■ Brief ■
Output each line of the material exactly as it stands.
**********
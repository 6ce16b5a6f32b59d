package diaphragm

import "hoopsheet/core/quantity"

// SpecificationLine is one specified field, written for reading.
type SpecificationLine struct {
	Group  GroupName
	Symbol string
	Name   string
	Text   string
	Unit   string
}

// SpecificationLines writes every field for reading, in page order. What is
// optional and not stated is left out, and so is what does not apply, such as
// the depth of what is no cavity.
func SpecificationLines(doc Diaphragm, units map[string]string, system quantity.System) []SpecificationLine {
	lines := []SpecificationLine{}
	for _, f := range FieldsOf(doc) {
		if f.shown != nil && !f.shown(&doc, nil) {
			continue
		}
		unit := quantity.Unit{}
		if f.Kind == KindQuantity {
			unit = f.unit(units, system)
		}
		text := f.write(&doc, unit)
		if text == "" && f.Optional || text == f.Default && text != "" {
			continue
		}
		for _, c := range f.Choices {
			if f.Kind == KindChoice && c.Value == text {
				text = c.Name
			}
		}
		lines = append(lines, SpecificationLine{Group: f.Group, Symbol: f.Symbol, Name: f.Name, Text: text, Unit: unit.Symbol})
	}
	return lines
}
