package diaphragm

import (
	"encoding/json"
	"slices"
	"strconv"

	"hoopsheet/core/air"
)

// mostDocumentBytes is the largest document accepted, bytes of JSON.
const mostDocumentBytes = 1 << 20

// OpenDocument reads a document that came from outside, as JSON, written by
// this version or an older one, and refuses what Validate finds wrong with it.
// The error is a *Refusal.
func OpenDocument(data []byte) (Diaphragm, error) {
	doc, err := ReadDocument(data)
	if err != nil {
		return Diaphragm{}, err
	}
	if problems := Validate(doc); len(problems) > 0 {
		return Diaphragm{}, &Refusal{Problems: problems}
	}
	return doc, nil
}

// ReadDocument reads a document as OpenDocument does, but accepts values that
// Validate would refuse, so that unfinished work can be stored and read again.
// Only its form is checked: known members, numbers where numbers belong, known
// kinds of face. The error is a *Refusal.
func ReadDocument(data []byte) (Diaphragm, error) {
	const what = "The diaphragm's document"
	if len(data) > mostDocumentBytes {
		return Diaphragm{}, refuse("document", CodeTooLarge, what+" holds "+strconv.Itoa(len(data))+
			" bytes; at most "+strconv.Itoa(mostDocumentBytes)+" are read.")
	}
	data, err := migrate(data, what)
	if err != nil {
		return Diaphragm{}, err
	}
	var doc Diaphragm
	if err := readStrictly(data, &doc, "document", what); err != nil {
		return Diaphragm{}, err
	}
	switch {
	case doc.ID != "" && !soundID(doc.ID):
		return Diaphragm{}, refuse("document", CodeUnreadable, what+" has no proper id: 1 to 64 letters, digits, - or _ are expected.")
	case doc.Revision < 0:
		return Diaphragm{}, refuse("document", CodeUnreadable, what+" counts a negative number of revisions.")
	}
	if problems := tooLongLists(doc); len(problems) > 0 {
		return Diaphragm{}, &Refusal{Problems: problems}
	}
	if err := knownWords(doc, what); err != nil {
		return Diaphragm{}, err
	}
	return normal(doc), nil
}

// migration changes the members of a document from one schema to the next; it
// sets no "schema" itself.
type migration func(members map[string]json.RawMessage) error

// migrations[i] leads from schema i+1 to schema i+2, so that their number is
// always Schema - 1. None exists as long as there is one schema.
var migrations = []migration{}

// migrate brings the JSON of a document to the present schema.
func migrate(data []byte, what string) ([]byte, error) {
	var head struct {
		Schema *int `json:"schema"`
	}
	if err := json.Unmarshal(data, &head); err != nil {
		return nil, refuseJSON(err, "document", what)
	}
	switch {
	case head.Schema == nil || *head.Schema < 1:
		return nil, refuse("document", CodeUnreadable, what+" does not say which version it is written in.")
	case *head.Schema > Schema:
		return nil, refuse("document", CodeNewer, what+" was written by a newer version of Hoopsheet (document version "+
			strconv.Itoa(*head.Schema)+"; this one reads up to "+strconv.Itoa(Schema)+"). Reload the page while online, or open it where it was made.")
	case *head.Schema == Schema:
		return data, nil
	}
	var members map[string]json.RawMessage
	if err := json.Unmarshal(data, &members); err != nil {
		return nil, refuseJSON(err, "document", what)
	}
	for _, step := range migrations[*head.Schema-1:] {
		if err := step(members); err != nil {
			return nil, refuseJSON(err, "document", what)
		}
	}
	members["schema"] = json.RawMessage(strconv.Itoa(Schema))
	return json.Marshal(members)
}

// knownWords refuses words that are none of their list.
func knownWords(doc Diaphragm, what string) error {
	unknown := func(field, thing, word string) error {
		return refuse(field, CodeUnreadable, what+" names a "+thing+" that is not known: "+shorten(word, "none")+".")
	}
	if !slices.Contains(Rims(), doc.Tension.Rim.OrClamped()) {
		return unknown("tension.rim", "kind of rim", string(doc.Tension.Rim))
	}
	for _, side := range []struct {
		name string
		face Face
	}{{"upper", doc.Faces.Upper}, {"lower", doc.Faces.Lower}} {
		if !slices.Contains(FaceKinds(), side.face.Kind) {
			return unknown("faces."+side.name+".kind", "kind of "+side.name+" face", string(side.face.Kind))
		}
		if !slices.Contains(air.FluidNames(), side.face.Fluid.OrAir()) {
			return unknown("faces."+side.name+".fluid", "fluid at the "+side.name+" face", string(side.face.Fluid))
		}
	}
	return nil
}

// soundID reports whether an id is safe to use as a name: 1 to 64 letters,
// digits, hyphens or low lines.
func soundID(id string) bool {
	if len(id) < 1 || len(id) > 64 {
		return false
	}
	for _, c := range []byte(id) {
		switch {
		case c >= '0' && c <= '9', c >= 'A' && c <= 'Z', c >= 'a' && c <= 'z', c == '-', c == '_':
		default:
			return false
		}
	}
	return true
}
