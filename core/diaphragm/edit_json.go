package diaphragm

import "encoding/json"

// MarshalJSON writes an empty list of lines as [], never as null.
func (a Avoid) MarshalJSON() ([]byte, error) {
	type plain Avoid
	if a.Lines == nil {
		a.Lines = []Line{}
	}
	return json.Marshal(plain(a))
}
**********
■ Written answer ■
repository 6ce16b5a6f32b59d
package diaphragm

import "hoopsheet/core/quantity"

// SpecificationLine is one specified field, written for reading.
type SpecificationLine struct {
	Group  GroupName
	Symbol string
	Name   string
	Text   string
	Unit   string
}

// SpecificationLines writes every field for reading, in page order. What is
// optional and not stated is left out, and so is what does not apply, such as
// the depth of what is no cavity.
func SpecificationLines(doc Diaphragm, units map[string]string, system quantity.System) []SpecificationLine {
	lines := []SpecificationLine{}
	for _, f := range FieldsOf(doc) {
		if f.shown != nil && !f.shown(&doc, nil) {
			continue
		}
		unit := quantity.Unit{}
		if f.Kind == KindQuantity {
			unit = f.unit(units, system)
		}
		text := f.write(&doc, unit)
		if text == "" && f.Optional || text == f.Default && text != "" {
			continue
		}
		for _, c := range f.Choices {
			if f.Kind == KindChoice && c.Value == text {
				text = c.Name
			}
		}
		lines = append(lines, SpecificationLine{Group: f.Group, Symbol: f.Symbol, Name: f.Name, Text: text, Unit: unit.Symbol})
	}
	return lines
}
package diaphragm

import (
	"encoding/json"
	"slices"
	"strconv"

	"hoopsheet/core/air"
)

// mostDocumentBytes is the largest document accepted, bytes of JSON.
const mostDocumentBytes = 1 << 20

// OpenDocument reads a document that came from outside, as JSON, written by
// this version or an older one, and refuses what Validate finds wrong with it.
// The error is a *Refusal.
func OpenDocument(data []byte) (Diaphragm, error) {
	doc, err := ReadDocument(data)
	if err != nil {
		return Diaphragm{}, err
	}
	if problems := Validate(doc); len(problems) > 0 {
		return Diaphragm{}, &Refusal{Problems: problems}
	}
	return doc, nil
}

// ReadDocument reads a document as OpenDocument does, but accepts values that
// Validate would refuse, so that unfinished work can be stored and read again.
// Only its form is checked: known members, numbers where numbers belong, known
// kinds of face. The error is a *Refusal.
func ReadDocument(data []byte) (Diaphragm, error) {
	const what = "The diaphragm's document"
	if len(data) > mostDocumentBytes {
		return Diaphragm{}, refuse("document", CodeTooLarge, what+" holds "+strconv.Itoa(len(data))+
			" bytes; at most "+strconv.Itoa(mostDocumentBytes)+" are read.")
	}
	data, err := migrate(data, what)
	if err != nil {
		return Diaphragm{}, err
	}
	var doc Diaphragm
	if err := readStrictly(data, &doc, "document", what); err != nil {
		return Diaphragm{}, err
	}
	switch {
	case doc.ID != "" && !soundID(doc.ID):
		return Diaphragm{}, refuse("document", CodeUnreadable, what+" has no proper id: 1 to 64 letters, digits, - or _ are expected.")
	case doc.Revision < 0:
		return Diaphragm{}, refuse("document", CodeUnreadable, what+" counts a negative number of revisions.")
	}
	if problems := tooLongLists(doc); len(problems) > 0 {
		return Diaphragm{}, &Refusal{Problems: problems}
	}
	if err := knownWords(doc, what); err != nil {
		return Diaphragm{}, err
	}
	return normal(doc), nil
}

// migration changes the members of a document from one schema to the next; it
// sets no "schema" itself.
type migration func(members map[string]json.RawMessage) error

// migrations[i] leads from schema i+1 to schema i+2, so that their number is
// always Schema - 1. None exists as long as there is one schema.
var migrations = []migration{}

// migrate brings the JSON of a document to the present schema.
func migrate(data []byte, what string) ([]byte, error) {
	var head struct {
		Schema *int `json:"schema"`
	}
	if err := json.Unmarshal(data, &head); err != nil {
		return nil, refuseJSON(err, "document", what)
	}
	switch {
	case head.Schema == nil || *head.Schema < 1:
		return nil, refuse("document", CodeUnreadable, what+" does not say which version it is written in.")
	case *head.Schema > Schema:
		return nil, refuse("document", CodeNewer, what+" was written by a newer version of Hoopsheet (document version "+
			strconv.Itoa(*head.Schema)+"; this one reads up to "+strconv.Itoa(Schema)+"). Reload the page while online, or open it where it was made.")
	case *head.Schema == Schema:
		return data, nil
	}
	var members map[string]json.RawMessage
	if err := json.Unmarshal(data, &members); err != nil {
		return nil, refuseJSON(err, "document", what)
	}
	for _, step := range migrations[*head.Schema-1:] {
		if err := step(members); err != nil {
			return nil, refuseJSON(err, "document", what)
		}
	}
	members["schema"] = json.RawMessage(strconv.Itoa(Schema))
	return json.Marshal(members)
}

// knownWords refuses words that are none of their list.
func knownWords(doc Diaphragm, what string) error {
	unknown := func(field, thing, word string) error {
		return refuse(field, CodeUnreadable, what+" names a "+thing+" that is not known: "+shorten(word, "none")+".")
	}
	if !slices.Contains(Rims(), doc.Tension.Rim.OrClamped()) {
		return unknown("tension.rim", "kind of rim", string(doc.Tension.Rim))
	}
	for _, side := range []struct {
		name string
		face Face
	}{{"upper", doc.Faces.Upper}, {"lower", doc.Faces.Lower}} {
		if !slices.Contains(FaceKinds(), side.face.Kind) {
			return unknown("faces."+side.name+".kind", "kind of "+side.name+" face", string(side.face.Kind))
		}
		if !slices.Contains(air.FluidNames(), side.face.Fluid.OrAir()) {
			return unknown("faces."+side.name+".fluid", "fluid at the "+side.name+" face", string(side.face.Fluid))
		}
	}
	return nil
}

// soundID reports whether an id is safe to use as a name: 1 to 64 letters,
// digits, hyphens or low lines.
func soundID(id string) bool {
	if len(id) < 1 || len(id) > 64 {
		return false
	}
	for _, c := range []byte(id) {
		switch {
		case c >= '0' && c <= '9', c >= 'A' && c <= 'Z', c >= 'a' && c <= 'z', c == '-', c == '_':
		default:
			return false
		}
	}
	return true
}
filename core/diaphragm/edit_json.go
package diaphragm

import "encoding/json"

// MarshalJSON writes an empty list of lines as [], never as null.
func (a Avoid) MarshalJSON() ([]byte, error) {
	type plain Avoid
	if a.Lines == nil {
		a.Lines = []Line{}
	}
	return json.Marshal(plain(a))
}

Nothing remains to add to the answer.